There is much to like about this surrealistic masterpiece of French cinema.  As an aside, my favorite scene takes place in a cell where the Chimney Sweep has been imprisoned by the King's men, and is about to be devoured by a pack of lions.  Seeing this, the mockingbird urges his fellow cell mate, a blind musician, born in an underground subculture and who has never seen the sun, to play a happy tune with his accordion so as to distract the lions. And so the music plays on.

But the mockingbird, a master storyteller, and fluent in several languages (including "Lion"!) has a plan.  As part of the 'entertainment', and still accompanied by the happy ballad of the blind accordion player, the mockingbird begins to recount the poor Chimney Sweep's tragic love story to the hungry felines. Together with sound effects, and heightened pathos, the bird tailors the story to match the lions' interests, until the beasts' indignation towards the King reaches a climax. They force open the cage and free all the prisoners, before marching towards the tyrant.

That's the Bird. Protector and Catalyst...


But the real jewel of Le Roi et L'Oiseau, and the soul of this post, is the astounding soundtrack, by Polish composer, Wojciech Kilar. His wonderful music is in my bones. It is part of me, just as Le Roi et L'Oiseau has seeped deep into my psyche.

Wojciech Kilar returns again, later in my life, as the composer for Francis Ford Coppola's Bram Stoker's Dracula (1992) and later, he brings his dark arts to Roman Polanski's The Ninth Gate (2000).

The Ninth Gate, a film based on the novel adaption of The Club Dumas, has been a vivid inspiration for my upcoming novel, The Mascherari. I remember watching the film and feeling irrevocably drawn to it, believing that I had always known it. It's a strange feeling that one. Then again, perhaps it is Kilar's music which holds the key to my memory.

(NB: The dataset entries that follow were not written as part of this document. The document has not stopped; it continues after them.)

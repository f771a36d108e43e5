-- Rights, column by column, and row-level security on every table that holds people's or a workspace's data. The rules are
-- those of lib/access/table.ts; tests/integration/roles.test.ts holds both together.

-- ------------------------------------------------------------------ rights
grant select on users, workspaces, memberships, scenarios, revisions, kept_drafts, audit to slackwater_app;
-- no right at all on credentials and rate_limits; never a right to read a token hash
grant select (id, user_id, user_agent, address, created_at, last_seen_at, expires_at, revoked_at) on sessions to slackwater_app;
grant insert (user_id, token_hash, user_agent, address, expires_at), update (revoked_at) on sessions to slackwater_app;
grant insert (id, workspace_id, owner_id, copied_from_id, title, tags, newest_number) on scenarios to slackwater_app;
grant update (title, tags, state, newest_number, archived_at, changed_at) on scenarios to slackwater_app;
grant insert (workspace_id, scenario_id, number, document, author_id, author_name, message, summary) on revisions to slackwater_app;
grant insert (workspace_id, scenario_id, author_id, base_number, document, message), update (kept_as_number) on kept_drafts to slackwater_app;
grant select (id, workspace_id, scenario_id, label, revision_number, maker_id, created_at, expires_at, revoked_at, opened_count, last_opened_at) on share_links to slackwater_app;
grant insert (workspace_id, scenario_id, token_hash, label, revision_number, maker_id, expires_at), update (expires_at, revoked_at) on share_links to slackwater_app;
grant insert (workspace_id, actor_id, actor_name, deed, thing_id, detail, correlation_id) on audit to slackwater_app;

grant select on users, credentials, sessions, memberships, workspaces, scenarios, revisions, share_links to slackwater_definer;
grant update (last_seen_at, revoked_at) on sessions to slackwater_definer;
grant update (opened_count, last_opened_at) on share_links to slackwater_definer;
grant select, insert, update, delete on rate_limits to slackwater_definer;

-- ------------------------------------------------------------------ switched on, for the owner too
do $$
declare
  t text;
begin
  foreach t in array array['users', 'credentials', 'sessions', 'workspaces', 'memberships', 'scenarios', 'revisions', 'kept_drafts', 'share_links', 'audit', 'rate_limits'] loop
    execute format('alter table public.%I enable row level security', t);
    execute format('alter table public.%I force row level security', t);
    -- migrations and the seed
    execute format('create policy owner_maintains on public.%I to current_user using (true) with check (true)', t);
  end loop;
  foreach t in array array['users', 'credentials', 'sessions', 'workspaces', 'memberships', 'scenarios', 'revisions', 'share_links'] loop
    execute format('create policy narrow_functions_read on public.%I for select to slackwater_definer using (true)', t);
  end loop;
  foreach t in array array['sessions', 'share_links'] loop
    execute format('create policy narrow_functions_note_visits on public.%I for update to slackwater_definer using (true)', t);
  end loop;
end
$$;
create policy narrow_functions_count on rate_limits to slackwater_definer using (true) with check (true);

-- ------------------------------------------------------------------ people
create policy person_reads_self_colleagues_and_owners on users for select to slackwater_app using (
  id = (select app.user_id())
  or exists (select from memberships m where m.user_id = users.id and m.workspace_id = (select app.workspace_id()))
  or exists (select from scenarios s where s.owner_id = users.id)
);
create policy person_reads_own_sessions on sessions for select to slackwater_app using (user_id = (select app.user_id()));
create policy person_starts_own_session on sessions for insert to slackwater_app with check (user_id = (select app.user_id()));
create policy person_ends_own_session on sessions for update to slackwater_app using (user_id = (select app.user_id())) with check (user_id = (select app.user_id()));

-- ------------------------------------------------------------------ workspaces
create policy member_reads_own_workspaces on workspaces for select to slackwater_app using (app.role_in(id) is not null);
create policy member_reads_members_student_only_self on memberships for select to slackwater_app using (
  user_id = (select app.user_id())
  or (workspace_id = (select app.workspace_id()) and (select app.role_here()) in ('admin', 'lead', 'designer', 'trainer'))
);

-- ------------------------------------------------------------------ scenarios
create policy staff_reads_all_student_reads_own_and_approved on scenarios for select to slackwater_app using (
  workspace_id = (select app.workspace_id())
  and (
    (select app.role_here()) in ('admin', 'lead', 'designer', 'trainer')
    or ((select app.role_here()) = 'student' and (owner_id = (select app.user_id()) or (approved_number is not null and archived_at is null)))
  )
);
create policy staff_makes_student_only_copies on scenarios for insert to slackwater_app with check (
  workspace_id = (select app.workspace_id())
  and owner_id = (select app.user_id())
  and (
    (select app.role_here()) in ('admin', 'lead', 'designer', 'trainer')
    or ((select app.role_here()) = 'student' and app.is_open_to_student(copied_from_id))
  )
);
create policy designer_edits_all_others_own on scenarios for update to slackwater_app using (
  workspace_id = (select app.workspace_id())
  and (
    (select app.role_here()) in ('admin', 'lead', 'designer')
    or ((select app.role_here()) in ('trainer', 'student') and owner_id = (select app.user_id()))
  )
);

create policy staff_reads_all_student_reads_own_and_approved on revisions for select to slackwater_app using (
  workspace_id = (select app.workspace_id())
  and (
    (select app.role_here()) in ('admin', 'lead', 'designer', 'trainer')
    or exists (select from scenarios s where s.id = revisions.scenario_id and (s.owner_id = (select app.user_id()) or s.approved_number = revisions.number))
  )
);
create policy designer_saves_all_others_own on revisions for insert to slackwater_app with check (
  workspace_id = (select app.workspace_id())
  and author_id = (select app.user_id())
  and (
    (select app.role_here()) in ('admin', 'lead', 'designer')
    or exists (select from scenarios s where s.id = revisions.scenario_id and s.owner_id = (select app.user_id()))
  )
);

create policy author_reads_own_drafts on kept_drafts for select to slackwater_app using (
  workspace_id = (select app.workspace_id()) and author_id = (select app.user_id()) and (select app.role_here()) is not null
);
create policy author_keeps_draft_where_saving_is_allowed on kept_drafts for insert to slackwater_app with check (
  workspace_id = (select app.workspace_id())
  and author_id = (select app.user_id())
  and (
    (select app.role_here()) in ('admin', 'lead', 'designer')
    or exists (select from scenarios s where s.id = kept_drafts.scenario_id and s.owner_id = (select app.user_id()))
  )
);
create policy author_marks_own_draft_kept on kept_drafts for update to slackwater_app using (
  workspace_id = (select app.workspace_id()) and author_id = (select app.user_id()) and (select app.role_here()) is not null
);

-- ------------------------------------------------------------------ links
create policy staff_reads_links on share_links for select to slackwater_app using (
  workspace_id = (select app.workspace_id()) and (select app.role_here()) in ('admin', 'lead', 'designer', 'trainer')
);
create policy staff_makes_links on share_links for insert to slackwater_app with check (
  workspace_id = (select app.workspace_id()) and maker_id = (select app.user_id()) and (select app.role_here()) in ('admin', 'lead', 'designer', 'trainer')
);
create policy designer_changes_all_links_trainer_own on share_links for update to slackwater_app using (
  workspace_id = (select app.workspace_id())
  and ((select app.role_here()) in ('admin', 'lead', 'designer') or ((select app.role_here()) = 'trainer' and maker_id = (select app.user_id())))
);

-- ------------------------------------------------------------------ audit
create policy admin_reads_audit on audit for select to slackwater_app using (
  workspace_id = (select app.workspace_id()) and (select app.role_here()) = 'admin'
);
create policy actor_adds_to_audit on audit for insert to slackwater_app with check (
  actor_id = (select app.user_id())
  and (workspace_id is null or (workspace_id = (select app.workspace_id()) and (select app.role_here()) is not null))
);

Reflecting on The Mascherari, if I were to look into the face of Venice, in the manner I have drawn it, with The Council of Ten's shadow looming over my protagonist, with its secret police- its sbirri, at every turn, I come face to face with the menace I remember in Le Roi et L'Oiseau.  In my creation, I return to what I have known, and through this, I remember that Wojciech Kilar's haunting notes are never far.

Thank you Mr Kilar, for the music and for the inspiration.

Wojciech Kilar died in 29 December 2013. But his music lives on.